__PROBLEM DETAILS__. What you return must be the complete listing, unchanged.

*** DATASET EXCERPTS ***

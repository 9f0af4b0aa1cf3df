// Products of long sequences of matrices ("words"): the interface every braid-word computation goes through.
// Letters are given in application order: the result is letters.back() * ... * letters.front() * start.
// Implementations may use product trees, integer-polynomial kernels, modular images and ball arithmetic;
// every function here returns exactly what its naive definition says (tests compare against that).
#pragma once
#include <vector>

#include "zetabraid/linalg/matrix.hpp"

namespace zb {

/// Exact product L_n ... L_1 (application order). Shapes must compose.
Matrix word_product(const std::vector<const Matrix*>& letters);

/// Exact L_n ... L_1 * start: only the columns of `start` are propagated (cheap for few columns).
Matrix word_product_columns(const std::vector<const Matrix*>& letters, const Matrix& start);

/// Ball enclosure of L_n ... L_1 * start at working precision prec (start may be an identity).
/// `out` is initialised by the caller with shape (rows of L_n) x (cols of start).
void word_product_ball(acb_mat_t out, const std::vector<const Matrix*>& letters, const Matrix& start, long prec);

}  // namespace zb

*** End of DATASET EXCERPTS ***

__FINAL ANSWER__.
repository 9f0af4b0aa1cf3df
// Products of long sequences of matrices ("words"): the interface every braid-word computation goes through.
// Letters are given in application order: the result is letters.back() * ... * letters.front() * start.
// Implementations may use product trees, integer-polynomial kernels, modular images and ball arithmetic;
// every function here returns exactly what its naive definition says (tests compare against that).
#pragma once
#include <vector>

#include "zetabraid/linalg/matrix.hpp"

namespace zb {

/// Exact product L_n ... L_1 (application order). Shapes must compose.
Matrix word_product(const std::vector<const Matrix*>& letters);

/// Exact L_n ... L_1 * start: only the columns of `start` are propagated (cheap for few columns).
Matrix word_product_columns(const std::vector<const Matrix*>& letters, const Matrix& start);

/// Ball enclosure of L_n ... L_1 * start at working precision prec (start may be an identity).
/// `out` is initialised by the caller with shape (rows of L_n) x (cols of start).
void word_product_ball(acb_mat_t out, const std::vector<const Matrix*>& letters, const Matrix& start, long prec);

}  // namespace zb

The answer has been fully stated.